Task item >> Where a line holds the word "calibrationFailedOn", copy it from the records.

(Input records Opens)

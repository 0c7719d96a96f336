import type { z } from "zod";
import type {
  SurveyDetail,
  SurveyFilter,
  SurveyPage,
  SurveyRow,
  SurveyView,
} from "../../shared/schemas/survey";
import { decodeCursor, pageFrom } from "../lib/cursor";
import { rows } from "../lib/db";
import { only } from "../lib/only";
import { type Actor, abilities, visible } from "../lib/policy";
import { surveyPolicy, workerPolicy } from "../policies";
import { FAILED_ON } from "./calibrations";
import { nominalDay, shiftMinOf } from "./survey-plan";
import { resultOf, type SurveyHead, samplesOfSurveys, type Target } from "./survey-samples";

/** SQL: a run counts, or could. Refused and still out it does not. */
const COUNTS = "NOT r.is_void AND NOT r.is_out AND (v.doubts = '{}' OR v.kept_reason IS NOT NULL)";

export async function listSurveys(
  actor: Actor,
  filter: z.output<typeof SurveyFilter>,
): Promise<z.input<typeof SurveyPage>> {
  const cursor = decodeCursor(filter.cursor, 2);
  const conditions = [visible(surveyPolicy, actor, "y")];
  if (filter.siteId) conditions.push("y.site_id = :siteId");
  if (filter.jobId) conditions.push("y.job_id = :jobId");
  if (filter.state) conditions.push("y.state = :state");
  if (cursor)
    conditions.push("(y.from_date, y.id) < (CAST(:beforeDate AS date), CAST(:beforeId AS uuid))");
  const found = await rows<z.infer<typeof SurveyRow>>(
    `SELECT y.id, y.site_id AS "siteId", y.job_id AS "jobId", j.name AS "jobName", y.name, y.strategy, y.state,
       y.from_date::text AS "fromDate", y.to_date::text AS "toDate",
       (SELECT coalesce(sum(t.samples_count), 0)::int FROM survey_targets t WHERE t.survey_id = y.id) AS "wantedCount",
       -- By tasks a run on a worker is as many samples as brackets are drawn under it.
       (SELECT coalesce(sum(CASE WHEN y.strategy <> 'task' OR r.task_id IS NOT NULL THEN 1
            ELSE (SELECT count(*) FROM time_histories h JOIN time_history_revisions q ON q.id = h.current_revision_id,
              jsonb_array_elements(q.stretches) x WHERE h.run_id = r.id AND NOT h.is_void AND x->>'kind' = 'task') END), 0)::int
        FROM runs r JOIN run_revisions v ON v.id = r.current_revision_id WHERE r.survey_id = y.id AND ${COUNTS}) AS "samplesCount"
     FROM surveys y JOIN jobs j ON j.id = y.job_id WHERE ${conditions.join(" AND ")}
     ORDER BY y.from_date DESC, y.id DESC LIMIT :limit`,
    {
      siteId: filter.siteId,
      jobId: filter.jobId,
      state: filter.state,
      beforeDate: cursor?.[0] ?? null,
      beforeId: cursor?.[1] ?? null,
      limit: filter.limit + 1,
    },
  );
  return pageFrom(found, filter.limit, ({ fromDate, id }) => [fromDate, id]);
}

type Head = Omit<SurveyView, "can" | "createdAt"> & { createdAt: Date; groupSize: number };

export interface MeasuredSurvey extends SurveyHead {
  head: Head;
  groupSize: number;
  nominal: Awaited<ReturnType<typeof nominalDay>>;
}

/** A survey with what it is to sample. */
export async function surveyHead(id: string): Promise<MeasuredSurvey> {
  const head = only(
    await rows<Head>(
      `SELECT y.id, y.site_id AS "siteId", y.job_id AS "jobId", j.name AS "jobName", y.name, y.purpose, y.strategy, y.state,
         y.from_date::text AS "fromDate", y.to_date::text AS "toDate", y.draw_seed AS "drawSeed", y.observers, y.risk_factors AS "riskFactors",
         y.closing_note AS "closingNote", u.name AS "authorName", y.created_at AS "createdAt", y.revision,
         (SELECT count(*)::int FROM workers w WHERE w.job_id = y.job_id AND (w.left_on IS NULL OR w.left_on >= current_date)) AS "groupSize",
         (SELECT json_agg(json_build_object('taskId', t.task_id, 'samplesCount', t.samples_count, 'sampleMin', t.sample_min,
            'pattern', t.pattern, 'cycleMin', t.cycle_min) ORDER BY t.position)
          FROM survey_targets t WHERE t.survey_id = y.id) AS targets,
         coalesce((SELECT json_agg(json_build_object('workerId', p.worker_id, 'part', p.part) ORDER BY p.position)
          FROM survey_people p WHERE p.survey_id = y.id), '[]') AS people,
         coalesce((SELECT json_agg(json_build_object('instrumentId', v.instrument_id, 'fromDate', lower(v.valid)::text, 'toDate', (upper(v.valid) - 1)::text)
            ORDER BY lower(v.valid), v.instrument_id) FROM instrument_reservations v WHERE v.survey_id = y.id), '[]') AS reservations
       FROM surveys y JOIN jobs j ON j.id = y.job_id LEFT JOIN users u ON u.id = y.author_id WHERE y.id = :id`,
      { id },
    ),
  );
  const nominal = await nominalDay(head.jobId);
  const names = await rows<{ id: string; name: string }>(
    "SELECT id, name FROM tasks WHERE id = ANY ($1::uuid[])",
    [head.targets.map(({ taskId }) => taskId)],
  );
  const nameOf = new Map(names.map(({ id: taskId, name }) => [taskId, name]));
  const minutesOf = new Map(nominal.map(({ taskId, durationMin }) => [taskId, durationMin]));
  const shiftMin = shiftMinOf(nominal);
  const targets = head.targets.map(
    ({ taskId, sampleMin, ...planned }, position): Target => ({
      ...planned,
      position,
      taskId,
      taskName: taskId === null ? null : (nameOf.get(taskId) ?? null),
      sampleMin,
      // A task that is no longer in the nominal day is as long as its sample, at the least.
      nominalMin: taskId === null ? shiftMin : (minutesOf.get(taskId) ?? sampleMin),
    }),
  );
  return { id, strategy: head.strategy, targets, head, groupSize: head.groupSize, nominal };
}

export async function surveyDetail(actor: Actor, id: string): Promise<SurveyDetail> {
  const survey = await surveyHead(id);
  const { head, targets, groupSize, nominal, strategy } = survey;
  const samples = (await samplesOfSurveys([survey])).get(id) ?? [];
  const people = await rows<{ id: string; name: string; employeeNumber: string }>(
    `SELECT w.id, w.name, w.employee_number AS "employeeNumber" FROM survey_people p JOIN workers w ON w.id = p.worker_id
     WHERE p.survey_id = :id AND ${visible(workerPolicy, actor, "w")}`,
    { id },
  );
  const instruments = await rows<{
    id: string;
    name: string;
    serialNumber: string;
    calibrationDueOn: string | null;
    calibrationFailedOn: string | null;
  }>(
    `SELECT DISTINCT i.id, i.name, i.serial_number AS "serialNumber", i.calibration_due_on::text AS "calibrationDueOn",
       ${FAILED_ON("i.id")} AS "calibrationFailedOn"
     FROM instrument_reservations v JOIN instruments i ON i.id = v.instrument_id WHERE v.survey_id = :id`,
    { id },
  );
  const adopted = await rows<SurveyDetail["adopted"][number]>(
    `SELECT l.task_id AS "taskId", t.name AS "taskName", l.level_db AS "levelDb", l.effective_from::text AS "effectiveFrom",
       l.id IS NOT DISTINCT FROM (SELECT f.id FROM task_levels f WHERE f.task_id = l.task_id AND f.effective_from <= current_date
         ORDER BY f.effective_from DESC, f.number DESC LIMIT 1) AS "isInForce"
     FROM task_levels l JOIN tasks t ON t.id = l.task_id WHERE l.survey_id = :id ORDER BY t.name, l.number`,
    { id },
  );
  const seenNames = new Set(people.map((person) => person.id));
  const { createdAt, groupSize: _, ...facts } = head;
  return {
    ...facts,
    createdAt: createdAt.toISOString(),
    peopleNames: Object.fromEntries(
      people.map(({ id: workerId, name, employeeNumber }) => [workerId, { name, employeeNumber }]),
    ),
    taskNames: Object.fromEntries(
      targets.flatMap(({ taskId, taskName }) =>
        taskId === null || taskName === null ? [] : [[taskId, taskName]],
      ),
    ),
    instrumentNames: Object.fromEntries(
      instruments.map(({ id: instrumentId, ...instrument }) => [instrumentId, instrument]),
    ),
    nominalDay: nominal.map(({ areaId: _area, ...task }) => task),
    samples: await withVisibleNames(actor, samples, seenNames),
    results: targets.map((target) => resultOf(strategy, target, samples, groupSize)),
    adopted,
    can: abilities(surveyPolicy, actor, head),
  };
}

/** Whose sample it is, only for those who may see that worker. */
async function withVisibleNames(
  actor: Actor,
  samples: SurveyDetail["samples"],
  known: ReadonlySet<string>,
): Promise<SurveyDetail["samples"]> {
  const others = [
    ...new Set(
      samples.flatMap(({ workerId }) => (workerId && !known.has(workerId) ? [workerId] : [])),
    ),
  ];
  const seen =
    others.length === 0
      ? []
      : await rows<{ id: string }>(
          `SELECT w.id FROM workers w WHERE w.id IN (:others) AND ${visible(workerPolicy, actor, "w")}`,
          { others },
        );
  const ids = new Set([...known, ...seen.map(({ id }) => id)]);
  return samples.map((sample) =>
    sample.workerId === null || ids.has(sample.workerId)
      ? sample
      : { ...sample, workerId: null, workerName: null },
  );
}
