import { ratesPair } from "./own-attenuation";

/**
 * SQL: when a fit has to be tested again by the policy of the site `s`, after a test of `testedOn`; null: the site
 * states nothing. Every argument is an SQL expression. Sooner after a fail, after the refit that followed one, and
 * after a device handed out since (`issuedOn`, null: none). That a refit is looked at again is common practice, no source.
 */
export const dueAfterTest = (
  testedOn: string,
  hasPassed: string,
  hadPassedBefore: string,
  issuedOn: string,
): string =>
  `least((${testedOn} + make_interval(months => s.fit_every_months))::date,
     CASE WHEN ${hasPassed} IS FALSE OR ${hadPassedBefore} IS FALSE OR ${issuedOn} > ${testedOn}
       THEN greatest(${testedOn}, ${issuedOn}) + s.fit_after_fail_days END)`;

/**
 * SQL: the models that workers wear alone today, each with the day by which its fit has to be tested (`due_on`) and the
 * last test (`tested_on`, null: never). `condition` narrows the assignments `a`; `sites` stands in for the table where
 * another policy is tried. A device never tested on its wearer has the days that the policy states from the day on which
 * it was given; where that was before the site asked for tests, those days are shared out over all who wear one, so that
 * they do not all fall due at once. That share follows from the worker and the model, and stays. Common practice, no source.
 */
export const fitDues = (condition: string, sites = "sites"): string =>
  `SELECT w.organization_id, w.site_id, u.worker_id, u.model_id, m.name AS protector, t.tested_on,
     CASE WHEN t.tested_on IS NOT NULL THEN ${dueAfterTest("t.tested_on", "t.passed[1]", "t.passed[2]", "i.issued_on")}
       WHEN s.fit_asked_from > greatest(u.since, i.issued_on)
       THEN s.fit_asked_from + 1 + (hashtext(u.worker_id::text || u.model_id) & 2147483647) % s.fit_first_days
       ELSE greatest(u.since, i.issued_on) + s.fit_first_days END AS due_on
   FROM (SELECT a.worker_id, a.inner_model_id AS model_id, min(lower(a.valid)) AS since FROM assignments a
         WHERE a.valid @> current_date AND a.outer_model_id IS NULL AND ${condition} GROUP BY a.worker_id, a.inner_model_id) u
   JOIN workers w ON w.id = u.worker_id AND (w.left_on IS NULL OR w.left_on >= current_date)
   JOIN ${sites} s ON s.id = w.site_id AND (s.fit_every_months IS NOT NULL OR s.fit_after_fail_days IS NOT NULL)
   JOIN protector_models m ON m.id = u.model_id
   CROSS JOIN LATERAL (
     SELECT max(x.tested_on) AS tested_on, array_agg(x.has_passed ORDER BY x.tested_on DESC, x.created_at DESC) AS passed
     FROM (SELECT f.tested_on, f.created_at, v.has_passed FROM fit_tests f JOIN fit_test_revisions v ON v.id = f.current_revision_id
           WHERE f.worker_id = u.worker_id AND f.model_id = u.model_id AND NOT f.is_void AND ${ratesPair("v")}
           ORDER BY f.tested_on DESC, f.created_at DESC LIMIT 2) x) t
   CROSS JOIN LATERAL (
     SELECT max(n.issued_on) AS issued_on FROM protector_issues n
     WHERE n.worker_id = u.worker_id AND n.model_id = u.model_id AND n.ended_on IS NULL AND n.fit_test_id IS NULL) i`;
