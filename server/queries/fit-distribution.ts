import type { z } from "zod";
import type { ProtectorFacts } from "../../shared/schemas/evaluation";
import type { FitDistribution } from "../../shared/schemas/fit";
import { rows } from "../lib/db";
import { type Actor, visible } from "../lib/policy";
import { fitPolicy } from "../policies";
import { ratesPair } from "./own-attenuation";

type Row = z.infer<typeof FitDistribution>["rows"][number];
type ModelFits = Omit<Row, "labelDb" | "labelMethod"> & { data: ProtectorFacts };

/** Off the number of the US label where it stands for a level in dB(A). @see osha-1910.95 App. B */
const US_C_TO_A_DB = 7;

/**
 * What the label says the model takes off a level in dB(A), which is what a PAR says of one worker: the percentile rating's
 * lower figure (most users reach it), M (a noise with LC − LA = 2 dB), the US number less 7, or the SNR, which comes off
 * a C-weighted level and so is the friendliest of them.
 */
function labelOf({
  percentile,
  mDb,
  usRatingDb,
  snrDb,
}: ProtectorFacts): Pick<Row, "labelDb" | "labelMethod"> {
  if (percentile) return { labelDb: percentile.mostDb, labelMethod: "percentile" };
  if (mDb !== null) return { labelDb: mDb, labelMethod: "hml" };
  if (usRatingDb !== null)
    return { labelDb: usRatingDb - US_C_TO_A_DB, labelMethod: "us-single-number" };
  return { labelDb: snrDb, labelMethod: snrDb === null ? null : "snr" };
}

/** The fits that count, one per worker and model, of whoever is there today. */
export async function fitDistribution(
  actor: Actor,
  siteId: string,
): Promise<z.input<typeof FitDistribution>> {
  const found = await rows<ModelFits>(
    `SELECT m.id AS "modelId", m.name AS "modelName", p.data, count(*) FILTER (WHERE t.has_passed IS FALSE AND (t.need_db IS NULL OR t.need_db > 0))::int AS "failedCount",
       count(*)::int AS count, array_agg(t.par_db ORDER BY t.par_db) AS "parsDb", avg(t.par_db) AS "meanDb", stddev_samp(t.par_db) AS "sdDb"
     FROM (SELECT DISTINCT ON (f.worker_id, f.model_id) f.model_id, v.par_db, v.need_db, v.has_passed
           FROM fit_tests f JOIN fit_test_revisions v ON v.id = f.current_revision_id JOIN workers w ON w.id = f.worker_id
           WHERE f.site_id = :siteId AND NOT f.is_void AND ${ratesPair("v")} AND (w.left_on IS NULL OR w.left_on >= current_date)
             AND ${visible(fitPolicy, actor, "f")}
           ORDER BY f.worker_id, f.model_id, f.tested_on DESC, f.created_at DESC) t
     JOIN protector_models m ON m.id = t.model_id
     CROSS JOIN LATERAL (SELECT r.data FROM protector_model_revisions r WHERE r.model_id = m.id
       ORDER BY r.effective_from > current_date, r.effective_from DESC, r.number DESC LIMIT 1) p
     GROUP BY m.id, p.data ORDER BY m.name, m.id`,
    { siteId },
  );
  return {
    rows: found.map(({ data, ...model }) => ({ ...model, ...labelOf(data) })),
  };
}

(Input records Closes)

Written answer >>
    calibrationFailedOn: string | null;
       ${FAILED_ON("i.id")} AS "calibrationFailedOn"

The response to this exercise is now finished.